- _Your instructions_: Needed from the data below: all lines that contain the word "holonomy".
[Start of Attachment]
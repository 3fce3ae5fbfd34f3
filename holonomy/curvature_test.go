package holonomy

import (
	"errors"
	"math"
	"math/cmplx"
	"strings"
	"testing"
)

// geoSphere is the sphere of field directions θ = πu, φ = 2πv at fixed
// field magnitude; the edges u = 0 and u = 1 are the poles.
func geoSphere(u, v float64, p Point) { SpinPoint(p, geoOmega, math.Pi*u, 2*math.Pi*v) }

func TestBerryCurvatureSphere(t *testing.T) {
	// Berry, Proc. R. Soc. A 392, 45 (1984), the spin example: the curvature
	// of state m of a spin in the field direction n is −m times the solid
	// angle element, F_θφ = −m sinθ, so its flux through any sphere around
	// the degeneracy B = 0 is −4πm: −2π for spin-½ aligned, −4π for spin-1
	// m = +1; the Chern numbers (1/2π)∬F are −1 and −2 with the package
	// sign convention (±1 and ±2 up to convention).
	for _, c := range []struct {
		twoS  int
		chern int
	}{{1, -1}, {2, -2}, {3, -3}} {
		m := float64(c.twoS) / 2
		f := NewFlux(Spin(c.twoS, 0))
		flux, err := f.Integral(geoSphere, 24)
		if err != nil {
			t.Fatal(err)
		}
		if d := math.Abs(flux - (-4 * math.Pi * m)); d > 1e-9 {
			t.Errorf("2s=%d: flux %.12g, want %.12g", c.twoS, flux, -4*math.Pi*m)
		} else {
			t.Logf("2s=%d: flux through the sphere %.12f = %.12f × 2π (|Δ| = %.1e)", c.twoS, flux, flux/(2*math.Pi), d)
		}
		ch, err := f.Chern(geoSphere, 12, 12)
		if err != nil || ch != c.chern {
			t.Errorf("2s=%d: Chern number %d (%v), want %d", c.twoS, ch, err, c.chern)
		}
		// Pointwise: F_uv = F_θφ · π · 2π.
		for _, u := range []float64{0.1, 0.37, 0.8} {
			got, err := f.Curvature(geoSphere, u, 0.3)
			if err != nil {
				t.Fatal(err)
			}
			want := -m * math.Sin(math.Pi*u) * 2 * math.Pi * math.Pi
			if math.Abs(got-want) > 1e-9*math.Abs(want) {
				t.Errorf("2s=%d u=%g: F_uv = %.12g, want %.12g", c.twoS, u, got, want)
			}
		}
	}
	// The sphere need not be centred on the degeneracy nor round: an
	// ellipsoid of fields around B = 0 gives the same Chern number
	// (topological invariance), one not enclosing it gives 0.
	ell := func(off float64) Surface {
		return func(u, v float64, p Point) {
			st, ct := math.Sincos(math.Pi * u)
			sp, cp := math.Sincos(2 * math.Pi * v)
			bx, by, bz := 2*st*cp, 0.7*st*sp, 1.3*ct+off
			b := math.Sqrt(bx*bx + by*by + bz*bz)
			SpinPoint(p, geoOmega*b, math.Acos(bz/b), math.Atan2(by, bx))
		}
	}
	f := NewFlux(Spin(1, 0))
	if ch, err := f.Chern(ell(0.4), 24, 24); err != nil || ch != -1 {
		t.Errorf("ellipsoid around B = 0: Chern %d (%v), want -1", ch, err)
	}
	if ch, err := f.Chern(ell(2), 24, 24); err != nil || ch != 0 {
		t.Errorf("ellipsoid not around B = 0: Chern %d (%v), want 0", ch, err)
	}
}

// geoLambdaDisk is a disk of the drive Ω₀ in the complex plane, centre c and
// radius r (rad/s), of a Λ scheme with detuned g1 and e; its boundary is the
// circle Ω₀ = c + r e^{2πis}.
func geoLambdaDisk(c complex128, r float64) (*Scheme, Surface, Loop) {
	s := Lambda()
	s.Levels[1].Detuning = 0.3 * geoOmega
	s.Levels[2].Detuning = 2 * geoOmega
	s.Computational = []int{0}
	surf := func(u, v float64, p Point) {
		p.Drive[0] = c + complex(r*u, 0)*cmplx.Exp(complex(0, 2*math.Pi*v))
		p.Drive[1] = complex(0.4*geoOmega, 0)
	}
	loop := func(x float64, p Point) { surf(1, x, p) }
	return s, surf, loop
}

func TestStokesSmallLoops(t *testing.T) {
	// Stokes' theorem for the Berry connection (Berry 1984): the
	// flux of the curvature through a surface equals the phase of its
	// boundary loop. Independent computations: curvature from Berry's
	// sum-over-states formula and Gauss–Legendre quadrature, phase from the
	// discrete Wilson loop.
	for _, r := range []float64{0.02, 0.1, 0.3} {
		s, surf, loop := geoLambdaDisk(complex(0.5*geoOmega, 0.2*geoOmega), r*geoOmega)
		flux, err := NewFlux(s).Integral(surf, 24)
		if err != nil {
			t.Fatal(err)
		}
		res, err := NewWilson(s).Adaptive(loop, AdaptiveOptions{Tol: 1e-12, Extrapolate: true})
		if err != nil {
			t.Fatal(err)
		}
		phase := cmplx.Phase(res.U.Data[0])
		if d := math.Abs(flux - phase); d > 1e-9*math.Max(1, math.Abs(flux)) {
			t.Errorf("Λ disk r=%g: flux %.12g, loop phase %.12g", r, flux, phase)
		} else {
			t.Logf("Λ disk r=%.2fΩ: flux %.3e, loop phase %.3e, |Δ| = %.1e", r, flux, phase, d)
		}
	}
	// Non-Abelian: the trace of the tripod's dark-state curvature over the
	// sector surface of the phase-gate loop of Duan, Cirac and Zoller
	// (2001) equals arg det U = −φ₀ sin²θ₀.
	for _, a := range [][2]float64{{0.3, 0.4}, {1.0, 2.0}} {
		surf := func(u, v float64, p Point) { geoTripodPhase(p, a[0]*u, a[1]*v) }
		flux, err := NewFlux(Tripod()).Integral(surf, 24)
		if err != nil {
			t.Fatal(err)
		}
		res, err := NewWilson(Tripod()).Adaptive(geoSector(a[0], a[1], geoTripodPhase), AdaptiveOptions{Points: 48, Tol: 1e-11, Extrapolate: true})
		if err != nil {
			t.Fatal(err)
		}
		det := res.U.At(0, 0)*res.U.At(1, 1) - res.U.At(0, 1)*res.U.At(1, 0)
		want := -a[1] * math.Pow(math.Sin(a[0]), 2)
		if math.Abs(flux-want) > 1e-9 || math.Abs(cmplx.Phase(det)-want) > 1e-9 {
			t.Errorf("tripod sector %v: flux %.12g, arg det U %.12g, want %.12g", a, flux, cmplx.Phase(det), want)
		}
	}
	// A generic tripod surface: a disk in the plane of Ω₀ (complex) with the
	// other drives fixed and complex.
	disk := func(u, v float64, p Point) {
		p.Drive[0] = complex(0.3*geoOmega, 0.1*geoOmega) + complex(0.15*geoOmega*u, 0)*cmplx.Exp(complex(0, 2*math.Pi*v))
		p.Drive[1] = cmplx.Rect(0.2*geoOmega, 0.7)
		p.Drive[2] = complex(geoOmega, 0)
	}
	flux, err := NewFlux(Tripod()).Integral(disk, 24)
	if err != nil {
		t.Fatal(err)
	}
	res, err := NewWilson(Tripod()).Adaptive(func(x float64, p Point) { disk(1, x, p) }, AdaptiveOptions{Tol: 1e-12, Extrapolate: true})
	if err != nil {
		t.Fatal(err)
	}
	det := res.U.At(0, 0)*res.U.At(1, 1) - res.U.At(0, 1)*res.U.At(1, 0)
	if math.Abs(flux-cmplx.Phase(det)) > 1e-9 {
		t.Errorf("tripod disk: flux %.12g, arg det U %.12g", flux, cmplx.Phase(det))
	} else {
		t.Logf("tripod disk: Tr F flux %.6e = arg det U (|Δ| = %.1e)", flux, math.Abs(flux-cmplx.Phase(det)))
	}
}

func TestLatticeFlux(t *testing.T) {
	// The lattice field strength of Fukui, Hatsugai and Suzuki (2005)
	// summed over an open surface converges to the flux as 1/n².
	s, surf, _ := geoLambdaDisk(complex(0.5*geoOmega, 0.2*geoOmega), 0.3*geoOmega)
	f := NewFlux(s)
	ref, err := f.Integral(surf, 24)
	if err != nil {
		t.Fatal(err)
	}
	var errs []float64
	for _, n := range []int{8, 16, 32} {
		l, err := f.Lattice(surf, n, n)
		if err != nil {
			t.Fatal(err)
		}
		errs = append(errs, math.Abs(l-ref))
	}
	q := math.Log2(errs[1] / errs[2])
	t.Logf("lattice flux errors %.2e %.2e %.2e (order %.2f) against %.6e", errs[0], errs[1], errs[2], q, ref)
	if q < 1.8 || errs[2] > 0.01*math.Abs(ref) {
		t.Errorf("lattice flux errors %v, order %.2f", errs, q)
	}
	// Not a closed surface: Chern refuses it.
	cone := func(u, v float64, p Point) { SpinPoint(p, geoOmega, 0.5*u, 2*math.Pi*v) }
	if _, err := NewFlux(Spin(1, 0)).Chern(cone, 8, 16); err == nil || !strings.Contains(err.Error(), "not closed") {
		t.Errorf("open cone: %v", err)
	}
	// Too coarse: a plaquette with more than π/2 of flux.
	if _, err := NewFlux(Spin(3, 0)).Lattice(geoSphere, 2, 3); err == nil || !strings.Contains(err.Error(), "finer grid") {
		t.Errorf("coarse grid: %v", err)
	}
}

func TestFluxErrors(t *testing.T) {
	// A family of fields whose magnitude |1 − 2u| vanishes at u = ½: the
	// two levels meet there (Berry 1984).
	surf := func(u, v float64, p Point) {
		SpinPoint(p, geoOmega*(1-2*u), 0.3+0.2*v, v)
	}
	f := NewFlux(Spin(1, 0))
	_, err := f.Lattice(surf, 8, 8)
	var ge *GapError
	if !errors.As(err, &ge) || ge.S != 0.5 || math.IsNaN(ge.V) || !strings.Contains(err.Error(), "(u, v) = (0.5,") {
		t.Errorf("degeneracy on the surface: %v", err)
	}
	if _, err := f.Integral(surf, 0); err == nil {
		t.Error("order 0 accepted")
	}
	allOff := func(u, v float64, p Point) { TripodPoint(p, geoOmega*u, 1, v) }
	if _, err := NewFlux(Tripod()).Curvature(allOff, 0.5, 0.5); !errors.Is(err, ErrNoSubspace) {
		t.Errorf("drives off at the corner: %v", err)
	}
	bad := Spin(1, 0)
	bad.Computational = nil
	if _, err := NewFlux(bad).Curvature(geoSphere, 0.5, 0.5); err == nil {
		t.Error("invalid scheme accepted")
	}
}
[End of Attachment]
- _Solution for this exercise_:
filename holonomy/curvature_test.go
package holonomy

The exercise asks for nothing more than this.